### Your objective:
Down to the last line, copy the records below without any change.

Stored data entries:

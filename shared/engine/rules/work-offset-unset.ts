import { text } from './finding-data';
import { reportProblem } from './report-problem';
import { defineRule } from './rule';

/** A work offset that nobody has set yet. */
export const workOffsetUnset = defineRule({
  id: 'work-offset-unset',
  group: 'state',
  title: 'The work offset has no value yet',
  severity: 'hold',
  hold: 'look',
  protects: 'The work from being cut wherever an old or empty offset happens to point.',
  explanation:
    'Ordinary until the sheet is on and zero is set. Everything that rests on machine position is then judged as if the offset were zero; the window in the report says which values travel allows. Reported once for each offset.',
  examples: {
    setup: { offsets: { work: { G54: undefined } } },
    bad: 'G21 G90 G54\nG0 X10 Y10\nM30',
    good: 'G21 G90 G54\nG53 G0 Z0\nM30',
  },
  word: (data) => ({
    message: `${text(data, 'offset')} has no value in the offset table; what depends on where the work lies is not judged.`,
    advice: `Set ${text(data, 'offset')} inside the window the report gives, enter it, and check again.`,
  }),
  observe: (_shop, report) =>
    reportProblem(report, 'work-offset-unset', (facts) => text(facts, 'offset')),
});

### Finished task:
filename shared/engine/rules/work-offset-unset.ts
import { text } from './finding-data';
import { reportProblem } from './report-problem';
import { defineRule } from './rule';

/** A work offset that nobody has set yet. */
export const workOffsetUnset = defineRule({
  id: 'work-offset-unset',
  group: 'state',
  title: 'The work offset has no value yet',
  severity: 'hold',
  hold: 'look',
  protects: 'The work from being cut wherever an old or empty offset happens to point.',
  explanation:
    'Ordinary until the sheet is on and zero is set. Everything that rests on machine position is then judged as if the offset were zero; the window in the report says which values travel allows. Reported once for each offset.',
  examples: {
    setup: { offsets: { work: { G54: undefined } } },
    bad: 'G21 G90 G54\nG0 X10 Y10\nM30',
    good: 'G21 G90 G54\nG53 G0 Z0\nM30',
  },
  word: (data) => ({
    message: `${text(data, 'offset')} has no value in the offset table; what depends on where the work lies is not judged.`,
    advice: `Set ${text(data, 'offset')} inside the window the report gives, enter it, and check again.`,
  }),
  observe: (_shop, report) =>
    reportProblem(report, 'work-offset-unset', (facts) => text(facts, 'offset')),
});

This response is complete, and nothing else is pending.